-- Records shown follows --

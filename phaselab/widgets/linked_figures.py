"""The bokeh figures of the linked explorer: a seeding projection and a grid of every
pairwise projection of the section coordinates, all drawn from one data source.

Every renderer of section points uses the same :class:`~bokeh.models.ColumnDataSource`,
so a box or lasso selection in any projection selects the same rows in all of them
(bokeh's linked selection, done in the page). The slab of a slice is one
:class:`~bokeh.models.IndexFilter` shared by every renderer's view: a slab change sends
the kept row numbers once, not the points.

Colour: the orbit's own colour (``shade``), a section coordinate (Froeschle's colouring by
a hidden coordinate: the mapper's field changes, no data is sent) or a per-orbit value such
as MEGNO (``value``).
"""

from __future__ import annotations

import numpy as np

from phaselab.widgets import theme
from phaselab.widgets.linked_points import column_name, empty_columns

#: Frame of the seeding projection (px).
SEED_FRAME = 400
#: Width and height of the frames of the projection grid together (px).
GRID_FRAME = 460
POINT_SIZE = 2.2
#: How the page draws the points ("webgl" draws 100,000 points faster where the browser has
#: a graphics processor; "canvas" where it has none).
BACKEND = "webgl"


def _style(fig, xlabel, ylabel):
    fig.background_fill_color = theme.GROUND
    fig.border_fill_color = "#ffffff"
    fig.outline_line_color = theme.RULE
    fig.xaxis.axis_label, fig.yaxis.axis_label = xlabel, ylabel
    for ax in (fig.xaxis, fig.yaxis):
        ax.axis_label_text_font_style = "normal"
        ax.axis_label_text_color = theme.INK
        ax.axis_line_color = theme.MUTED
        ax.major_label_text_color = theme.MUTED
        ax.major_tick_line_color = theme.MUTED
        ax.minor_tick_line_color = None
    fig.grid.visible = False
    fig.toolbar.logo = None


class LinkedFigures:
    """The bokeh models of one linked explorer.

    Parameters
    ----------
    labels : sequence of str
        Axis labels of the section coordinates (with units), in column order.
    windows : sequence of (float, float)
        The window of each section coordinate.
    pair : (int, int)
        Columns of the clicked pair (the seeding projection).

    Attributes
    ----------
    points : ColumnDataSource
        The one source of section points (columns of :func:`~phaselab.widgets.linked_points.point_columns`).
    slab_filter : IndexFilter
        Rows inside the slab (shared by every view while the slab is on).
    main : figure
        The seeding projection (clicks start orbits).
    grid : list of figure
        The pairwise projections, lower triangle, row by row.
    point_renderers : list of GlyphRenderer
        Every renderer of ``points`` (one per figure).
    """

    def __init__(self, labels, windows, pair):
        from bokeh.layouts import gridplot, row
        from bokeh.models import (AllIndices, BoxSelectTool, CDSView, ColorBar, ColumnDataSource, IndexFilter,
                                  LassoSelectTool, LinearColorMapper, PanTool, ResetTool, WheelZoomTool)
        from bokeh.plotting import figure

        k = len(labels)
        self.labels = tuple(labels)
        self.points = ColumnDataSource(empty_columns(k), name="phaselab-linked-points")
        self.slab_filter = IndexFilter(indices=[], name="phaselab-slab")
        self.all_rows = AllIndices()
        n = len(theme.ORBIT_COLORS)
        self.orbit_mapper = LinearColorMapper(palette=list(theme.ORBIT_COLORS), low=-0.5, high=n - 0.5)
        self.scalar_mapper = LinearColorMapper(palette=theme.scalar_palette(), low=0.0, high=1.0,
                                               nan_color=theme.MISSING_COLOR)
        self.point_renderers = []
        self.ranges = {}

        def tools(fig):
            box, lasso, wheel = BoxSelectTool(), LassoSelectTool(), WheelZoomTool()
            fig.add_tools(box, lasso, PanTool(), wheel, ResetTool())
            fig.toolbar.active_drag = box
            fig.toolbar.active_scroll = wheel

        def shared_range(j):
            from bokeh.models import Range1d

            if j not in self.ranges:
                self.ranges[j] = Range1d(*windows[j])
            return self.ranges[j]

        def scatter(fig, i, j):
            r = fig.scatter(column_name(i), column_name(j), source=self.points, size=POINT_SIZE,
                            fill_color={"field": "shade", "transform": self.orbit_mapper}, line_color=None,
                            fill_alpha=0.85, view=CDSView(filter=self.all_rows),
                            nonselection_fill_alpha=0.08, selection_fill_alpha=1.0)
            self.point_renderers.append(r)
            return r

        a, b = pair
        main = figure(frame_width=SEED_FRAME, frame_height=SEED_FRAME, x_range=windows[a], y_range=windows[b],
                      tools=[], output_backend=BACKEND, name="phaselab-seeding", min_border_right=12)
        _style(main, labels[a], labels[b])
        tools(main)
        scatter(main, a, b)
        self.seeds = ColumnDataSource(dict(x=[], y=[], color=[], orbit=[]), name="phaselab-linked-seeds")
        main.scatter("x", "y", source=self.seeds, size=8, marker="circle", fill_color="#ffffff",
                     line_color="color", line_width=2.0)
        self.main = main

        side = max(70, int(GRID_FRAME / max(k - 1, 1)))
        cells = []
        self.grid = []
        for i in range(1, k):
            line = []
            for j in range(k - 1):
                if j >= i:
                    line.append(None)
                    continue
                fig = figure(frame_width=side, frame_height=side, x_range=shared_range(j), y_range=shared_range(i),
                             tools=[], output_backend=BACKEND, toolbar_location=None,
                             name=f"phaselab-projection-{j}-{i}", min_border=4)
                _style(fig, labels[j] if i == k - 1 else "", labels[i] if j == 0 else "")
                if i != k - 1:
                    fig.xaxis.major_label_text_font_size = "0px"
                if j != 0:
                    fig.yaxis.major_label_text_font_size = "0px"
                tools(fig)
                scatter(fig, j, i)
                line.append(fig)
                self.grid.append(fig)
            cells.append(line)
        grid = gridplot(cells, toolbar_location="right", merge_tools=True)

        self.color_bar = ColorBar(color_mapper=self.scalar_mapper, title="", width=12, padding=6,
                                  major_label_text_font_size="10px", background_fill_alpha=0.0,
                                  title_text_font_size="11px", title_text_font_style="normal",
                                  title_text_color=theme.INK, visible=False)
        main.add_layout(self.color_bar, "right")
        self.layout = row(main, grid, spacing=12)

    # ------------------------------------------------------------------ drawing
    def set_points(self, columns):
        """Replace every point (numbers only: binary on the wire). The selection is cleared
        (its row numbers would name other points)."""
        self.points.selected.indices = []
        self.points.data = columns

    def append_points(self, columns):
        """Add rows at the end (streamed: only the new rows are sent)."""
        if len(self.points.data["orbit"]) == 0:
            self.points.data = columns
        else:
            self.points.stream(columns)

    def set_slab_rows(self, rows):
        """Show only ``rows`` (int array) in every projection; None shows every row."""
        from bokeh.core.property.validation import without_property_validation

        @without_property_validation
        def assign():
            # an int32 array made here: bokeh's element-by-element check of it would cost
            # more than the rest of a slab change
            self.slab_filter.indices = np.ascontiguousarray(rows, dtype=np.int32)

        if rows is None:
            target = self.all_rows
        else:
            assign()
            target = self.slab_filter
        for r in self.point_renderers:
            if r.view.filter is not target:
                r.view.filter = target

    def color_by_orbit(self):
        self._fill({"field": "shade", "transform": self.orbit_mapper})
        self.color_bar.visible = False

    def color_by_column(self, column, low, high, palette, title):
        """Colour by a data column (a section coordinate or ``value``) on ``palette``."""
        self.scalar_mapper.palette = list(palette)
        self.scalar_mapper.low, self.scalar_mapper.high = float(low), float(high)
        self.color_bar.title = title
        self._fill({"field": column, "transform": self.scalar_mapper})
        self.color_bar.visible = True

    def _fill(self, spec):
        # the selected and the faded points are drawn by glyphs of their own
        for r in self.point_renderers:
            for g in (r.glyph, r.selection_glyph, r.nonselection_glyph):
                if hasattr(g, "fill_color"):
                    g.fill_color = spec

    def show_seeds(self, xs, ys, colors, ids):
        self.seeds.data = dict(x=list(map(float, xs)), y=list(map(float, ys)), color=list(colors),
                               orbit=list(map(int, ids)))

    def set_axis_labels(self, labels, pair):
        self.main.xaxis.axis_label, self.main.yaxis.axis_label = labels[pair[0]], labels[pair[1]]
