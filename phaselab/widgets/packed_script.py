"""A script carried compressed: raw DEFLATE (RFC 1951) in base64, unpacked and run in the page.

BokehJS is about 1.3 MB of text and about a quarter of that deflated. A notebook keeps the
library in one output (:mod:`phaselab.widgets.bokehjs`); packed, that output weighs about
0.47 MB. The page unpacks it synchronously (a small inflater below, written for this module
from RFC 1951) and runs the text as an inline script before the next output is drawn, exactly
as the unpacked text would run: a bokeh view made right after finds the library there.
"""

from __future__ import annotations

import base64
import zlib

#: The inflater run in the page: ``__plInflate(bytes, size)`` -> Uint8Array of ``size`` bytes.
#: Canonical Huffman decoding bit by bit (stored, fixed and dynamic blocks).
INFLATE_JS = r"""
function __plInflate(src, size) {
  const out = new Uint8Array(size);
  let pos = 0, buf = 0, cnt = 0, at = 0;
  const bits = (n) => {
    while (cnt < n) { buf |= src[pos++] << cnt; cnt += 8; }
    const v = buf & ((1 << n) - 1);
    buf >>>= n; cnt -= n;
    return v;
  };
  const build = (lengths, n) => {
    const count = new Uint16Array(16), offs = new Uint16Array(16), symbol = new Uint16Array(n);
    for (let s = 0; s < n; s++) count[lengths[s]]++;
    for (let len = 1; len < 15; len++) offs[len + 1] = offs[len] + count[len];
    for (let s = 0; s < n; s++) if (lengths[s]) symbol[offs[lengths[s]]++] = s;
    return {count, symbol};
  };
  const decode = (h) => {
    let code = 0, first = 0, index = 0;
    for (let len = 1; len < 16; len++) {
      code |= bits(1);
      const c = h.count[len];
      if (code - c < first) return h.symbol[index + (code - first)];
      index += c; first = (first + c) << 1; code <<= 1;
    }
    throw new Error("packed script: bad Huffman code");
  };
  const LBASE = [3,4,5,6,7,8,9,10,11,13,15,17,19,23,27,31,35,43,51,59,67,83,99,115,131,163,195,227,258];
  const LEXT = [0,0,0,0,0,0,0,0,1,1,1,1,2,2,2,2,3,3,3,3,4,4,4,4,5,5,5,5,0];
  const DBASE = [1,2,3,4,5,7,9,13,17,25,33,49,65,97,129,193,257,385,513,769,1025,1537,2049,3073,
                 4097,6145,8193,12289,16385,24577];
  const DEXT = [0,0,0,0,1,1,2,2,3,3,4,4,5,5,6,6,7,7,8,8,9,9,10,10,11,11,12,12,13,13];
  const ORDER = [16,17,18,0,8,7,9,6,10,5,11,4,12,3,13,2,14,1,15];
  const codes = (lc, dc) => {
    for (;;) {
      let sym = decode(lc);
      if (sym < 256) { out[at++] = sym; continue; }
      if (sym === 256) return;
      sym -= 257;
      if (sym >= 29) throw new Error("packed script: bad length code");
      const len = LBASE[sym] + bits(LEXT[sym]);
      const ds = decode(dc);
      if (ds >= 30) throw new Error("packed script: bad distance code");
      const dist = DBASE[ds] + bits(DEXT[ds]);
      for (let k = 0; k < len; k++, at++) out[at] = out[at - dist];
    }
  };
  const fixed = () => {
    const l = new Uint8Array(288);
    l.fill(8, 0, 144); l.fill(9, 144, 256); l.fill(7, 256, 280); l.fill(8, 280, 288);
    return [build(l, 288), build(new Uint8Array(30).fill(5), 30)];
  };
  const dynamic = () => {
    const nlen = bits(5) + 257, ndist = bits(5) + 1, ncode = bits(4) + 4;
    const cl = new Uint8Array(19);
    for (let i = 0; i < ncode; i++) cl[ORDER[i]] = bits(3);
    const clc = build(cl, 19);
    const ll = new Uint8Array(nlen + ndist);
    let i = 0;
    while (i < nlen + ndist) {
      const sym = decode(clc);
      if (sym < 16) { ll[i++] = sym; continue; }
      let len = 0, rep;
      if (sym === 16) { len = ll[i - 1]; rep = 3 + bits(2); }
      else if (sym === 17) rep = 3 + bits(3);
      else rep = 11 + bits(7);
      while (rep-- > 0) ll[i++] = len;
    }
    return [build(ll.subarray(0, nlen), nlen), build(ll.subarray(nlen), ndist)];
  };
  let last = 0;
  while (!last) {
    last = bits(1);
    const type = bits(2);
    if (type === 0) {
      buf = 0; cnt = 0;
      const len = src[pos] | (src[pos + 1] << 8);
      pos += 4;
      out.set(src.subarray(pos, pos + len), at);
      pos += len; at += len;
    } else if (type === 1) { const t = fixed(); codes(t[0], t[1]); }
    else if (type === 2) { const t = dynamic(); codes(t[0], t[1]); }
    else throw new Error("packed script: bad block type");
  }
  if (at !== size) throw new Error("packed script: wrong length");
  return out;
}
"""

#: Unpacks the data and runs it as an inline script in the page's head (synchronously).
RUN_JS = """
(function () {
  const text = "%s", size = %d;
  const bin = atob(text);
  const src = new Uint8Array(bin.length);
  for (let i = 0; i < bin.length; i++) src[i] = bin.charCodeAt(i);
  const script = document.createElement("script");
  script.textContent = new TextDecoder().decode(__plInflate(src, size));
  document.head.appendChild(script);
  script.remove();
})();
"""


def deflate(data: bytes) -> bytes:
    """Raw DEFLATE of ``data`` at the strongest level (no zlib header)."""
    packer = zlib.compressobj(9, zlib.DEFLATED, -15, 9)
    return packer.compress(data) + packer.flush()


def packed(script: str) -> str:
    """A script that runs ``script`` (JavaScript text) in the page from its packed form."""
    raw = script.encode("utf-8")
    data = base64.b64encode(deflate(raw)).decode("ascii")
    return INFLATE_JS + RUN_JS % (data, len(raw))
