"""Cutting one orbit out of a Section and joining per-orbit Sections back into one."""

from __future__ import annotations

from phaselab.orbits.section_result import Section


def one_orbit(sec, k: int):
    """Orbit ``k`` of ``sec`` as a one-orbit Section (arrays copied)."""
    return sec.take([k])


def merge_sections(parts):
    """One Section holding every orbit of ``parts`` (padded with NaN to the longest); None if empty.

    The metadata (plane, method, system, ...) are those of the first part; the energy is kept
    only when all parts share it.
    """
    parts = [p for p in parts if p is not None]
    return Section.concat(parts) if parts else None
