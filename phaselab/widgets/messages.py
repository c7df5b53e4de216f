"""The words of the explorer's status line: orbits computed, why orbits stopped, settings.

Plain functions of numbers and records (no widgets), so the wording is in one place and
tested without a display.
"""

from __future__ import annotations

import math

import numpy as np

#: Said when a page without phaselab's JupyterLab plugin builds its view of an explorer already
#: shown (a reload, another tab): updates of the saved picture cannot reach that page's copy
#: of it (see widgets/page.py).
PAGE_REBUILT = ("A page opened this explorer again (a reload or another tab) without phaselab's JupyterLab "
                "plugin: in that page's notebook, the picture saved for readers without a kernel stays as it "
                "was until this cell runs again (the plugin comes with phaselab installed where JupyterLab "
                "runs; `jupyter labextension list` names it phaselab-notebook).")


def number(v, span=1.0) -> str:
    """A coordinate for the status line: 4 significant digits, rounding noise far below the
    window's size (``span``) shown as 0."""
    v = float(v)
    if not math.isfinite(v):
        return str(v)
    if abs(v) < 1e-9 * max(abs(span), 1e-300):
        return "0"
    return f"{v:.4g}"


def point(xy, ranges) -> str:
    """``(x, y)`` with :func:`number` on each axis of the window ``ranges``."""
    (x0, x1), (y0, y1) = ranges
    return f"({number(xy[0], x1 - x0)}, {number(xy[1], y1 - y0)})"


def setting(energy, params, uses_energy=True) -> str:
    parts = [f"E = {energy:.4g}"] if energy is not None and uses_energy else []
    parts += [f"{k} = {v:.4g}" for k, v in params.items()]
    return ", ".join(parts) or "these settings"


def stopped(records) -> str:
    """Which orbits stopped early and why (empty when none)."""
    if not records:
        return ""
    parts = [f"orbit {r.id} after {len(r.points)}: {r.note}" for r in records[:4]]
    more = f" and {len(records) - 4} more" if len(records) > 4 else ""
    return " Stopped early (crosses on the plot): " + "; ".join(parts) + more + "."


def orbits(records, seconds, noun, ranges, scale=None) -> str:
    """What a click, a drag or a recomputation brought."""
    if len(records) == 1:
        rec = records[0]
        extra = ""
        if rec.note:
            where = f" at {point(rec.stop, ranges)}" if rec.stop else ""
            extra = f"; stopped{where} after {len(rec.points)}: {rec.note} (marked with a cross)"
        value = ""
        if scale is not None and np.isfinite(rec.scalar):
            value = f", {scale.label.split(' (')[0]} {rec.scalar:.4g}"
        return (f"Orbit {rec.id}: {len(rec.points)} {noun} from {point(rec.seed, ranges)} in "
                f"{seconds * 1000:.0f} ms{value}{extra}.")
    n = int(sum(len(r.points) for r in records))
    return f"{len(records)} orbits, {n} {noun}." + stopped([r for r in records if r.note])


def periodic(found, kind, ranges) -> str:
    """A periodic orbit found: period, stability, residue and where it is."""
    po = found.orbit
    k = po.crossings
    residue = "" if po.residue is None else f", residue {po.residue:.4g}"
    T = "" if kind == "map" else f", period T = {po.period:.5g}"
    where = ", ".join(point(p, ranges) for p in found.points[:4])
    more = " ..." if len(found.points) > 4 else ""
    note = f" Manifolds: {found.manifold_note}." if found.manifold_note else ""
    return f"Periodic orbit of period {k}{T}: {po.stability}{residue}; at {where}{more}.{note}"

-- Records shown concluded --

◆ **Activity**
The listing above holds a line with "return INFLATE_JS +" and a line with "on each axis". Print the stretch from the first through the second, exactly and alone.

◆ **Answer to this problem**
    return INFLATE_JS + RUN_JS % (data, len(raw))
"""Cutting one orbit out of a Section and joining per-orbit Sections back into one."""

from __future__ import annotations

from phaselab.orbits.section_result import Section


def one_orbit(sec, k: int):
    """Orbit ``k`` of ``sec`` as a one-orbit Section (arrays copied)."""
    return sec.take([k])


def merge_sections(parts):
    """One Section holding every orbit of ``parts`` (padded with NaN to the longest); None if empty.

    The metadata (plane, method, system, ...) are those of the first part; the energy is kept
    only when all parts share it.
    """
    parts = [p for p in parts if p is not None]
    return Section.concat(parts) if parts else None
filename phaselab/widgets/messages.py
repository c7df5b53e4de216f
"""The words of the explorer's status line: orbits computed, why orbits stopped, settings.

Plain functions of numbers and records (no widgets), so the wording is in one place and
tested without a display.
"""

from __future__ import annotations

import math

import numpy as np

#: Said when a page without phaselab's JupyterLab plugin builds its view of an explorer already
#: shown (a reload, another tab): updates of the saved picture cannot reach that page's copy
#: of it (see widgets/page.py).
PAGE_REBUILT = ("A page opened this explorer again (a reload or another tab) without phaselab's JupyterLab "
                "plugin: in that page's notebook, the picture saved for readers without a kernel stays as it "
                "was until this cell runs again (the plugin comes with phaselab installed where JupyterLab "
                "runs; `jupyter labextension list` names it phaselab-notebook).")


def number(v, span=1.0) -> str:
    """A coordinate for the status line: 4 significant digits, rounding noise far below the
    window's size (``span``) shown as 0."""
    v = float(v)
    if not math.isfinite(v):
        return str(v)
    if abs(v) < 1e-9 * max(abs(span), 1e-300):
        return "0"
    return f"{v:.4g}"


def point(xy, ranges) -> str:
    """``(x, y)`` with :func:`number` on each axis of the window ``ranges``."""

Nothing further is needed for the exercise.